Author: Emily McConville

Shane Kelly '14

Because Shane Kelly ’14 began his undergraduate education intending to go to graduate school in psychology, he knew he should get involved in research at Notre Dame as soon as possible. So when Associate Professor James Brockmole offered him a research assistant position in his Visual Cognition Lab, Kelly jumped at the opportunity.

“It turned out to be a great decision and I enjoyed cognitive psychology and working in the Visual Cognition Lab immediately,” Kelly said.

Brockmole’s research focuses on how people remember visual information including objects and scenes. Kelly quickly got involved in projects exploring how a person’s actions within an environment might change what he or she remembers about that setting.

For his senior thesis, Kelly decided to test whether holding an object causes us to remember it differently than we would if we just looked at it. With Brockmole’s help and support from an Undergraduate Research Opportunity Program (UROP) grant, he designed an experiment over the summer and implemented it during his senior year.

Designing an Experiment

In Kelly’s experiment, participants were asked to remember arrays of six differently colored lines, each of which was tilted in a different direction. In one condition, participants held the arrays in their hands; while in another condition, they put their hands in their laps.

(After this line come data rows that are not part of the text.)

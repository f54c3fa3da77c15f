import { useState } from 'react';
import { Link } from 'react-router';
import type { FindingSummary } from '../../../shared/findings';
import { Button } from '../../components/ui/button';
import { HowComputed } from '../../components/ui/how-computed';
import { Sheet } from '../../components/ui/sheet';
import type { Formats } from '../../lib/format';
import { paths } from '../../paths';
import { lowered } from './finding-words';

type Props = { caseFiles: FindingSummary['caseFiles']; formats: Formats };

const MOST_REPAIRS = 8;
const SHOWN_FIRST = 10;

/** Seen a few times and not proven: the repairs, for whoever wants to read them. */
export function CaseFiles({ caseFiles, formats }: Props) {
  const [isAll, setAll] = useState(false);
  const ranked = [...caseFiles].sort((a, b) => b.times - a.times);
  const shown = isAll ? ranked : ranked.slice(0, SHOWN_FIRST);
  return (
    <Sheet
      title={`Case files (${formats.count(caseFiles.length)})`}
      sub="Seen near each other a few times. Nothing is claimed of them."
      actions={<HowComputed anchor="case-file">what is that</HowComputed>}
    >
      <ul className="-my-2">
        {shown.map(({ model, first, second, times, repairs }) => (
          <li
            key={`${model.id} ${first.id} ${second.id}`}
            className="border-t border-rule py-2 first:border-t-0"
          >
            <span className="font-label">
              {first.name} and {lowered(second.name)}
            </span>
            ,{' '}
            <Link to={paths.model(model.id)} className="underline">
              {model.name}
            </Link>
            : {formats.count(times)} {times === 1 ? 'time' : 'times'} here; not proof.
            <span className="flex flex-wrap gap-x-3 text-sm text-dim">
              {repairs.slice(0, MOST_REPAIRS).map((repair) => (
                <Link
                  key={repair.id}
                  to={paths.repair(repair.id)}
                  className="inline-flex min-h-11 min-w-6 items-center desk:min-h-6"
                >
                  {repair.name}
                </Link>
              ))}
              {repairs.length > MOST_REPAIRS && <>and {formats.count(repairs.length - MOST_REPAIRS)} more</>}
            </span>
          </li>
        ))}
      </ul>
      {shown.length < ranked.length && (
        <Button look="text" className="mt-2 text-sm" onClick={() => setAll(true)}>
          Show all {formats.count(ranked.length)}, those seen fewer times last
        </Button>
      )}
    </Sheet>
  );
}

When he tested participants’ memories for the arrays, Kelly found that memory for the lines’ orientations was best when participants held the objects in their hands, but that memory for the line’s colors was best when participants kept their hands in their laps.

“We concluded that holding an object biases people to pay more attention to action-relevant features and less attention to action-irrelevant features,” Kelly said. “In this case, an object’s orientation will determine how we might pick up that object, but an object’s color isn’t usually important for determining things like reach or grip. In the brain, this distinction is made by processing visual information along two main pathways. Our results suggest that holding an object shifts resources toward the magnocellular pathway (which processes orientation) and away from the parvocellular pathway (which processes color).”

Kelly’s thesis, “Hand Proximity Differentially Affects Visual Working Memory for Color and Orientation in a Binding Task,” was later published in the peer-reviewed journal Frontiers in Psychology with Brockmole as a co-author. The paper also won the Bernoulli Award, which recognizes exceptional Notre Dame undergraduate research papers that use statistical methods to answer original, important, and timely questions in any field of study.

Kelly, who is now a doctoral student at George Mason University, said conducting research as an undergraduate helped him both determine his career path and get into the graduate school of his choice.

“The whole process made me realize that research in cognitive psychology is what I wanted to pursue as a graduate student,” Kelly said. “This helped me choose which schools I applied to and which professors I wanted to work with.”

Taking Initiative

Brockmole said Kelly’s success stemmed from taking advantage of the multiple research opportunities available to undergraduates in the Department of Psychology, working closely with his professors, and taking the initiative to develop his own projects.

“Shane spent a lot of time during his sophomore and junior years reading and asking questions in lab meetings,” Brockmole said. “Eventually, he started to ask himself questions like, ‘Is there another way to approach this problem?’ and ‘Has anyone ever studied this issue before?’ By his senior year, Shane not only formulated questions that were interesting to him, but also the reasons why the answers would be interesting to other people.

“When students can do that, their independent research or senior thesis projects bloom.”

Brockmole said students who want to do research should also take advantage of the many opportunities for research grants at Notre Dame, including UROP and the Center for Undergraduate Scholarly Engagement (CUSE). He emphasized that these programs not only provide students with funding, but also help them express their ideas clearly.

“The grant application process requires students to think clearly about what they want to do, because from the very beginning of their project they have to be able to explain it to somebody else,” Brockmole said.

“If that’s a skill that students can acquire before they actually start the thesis project, it really puts them on the path to success.”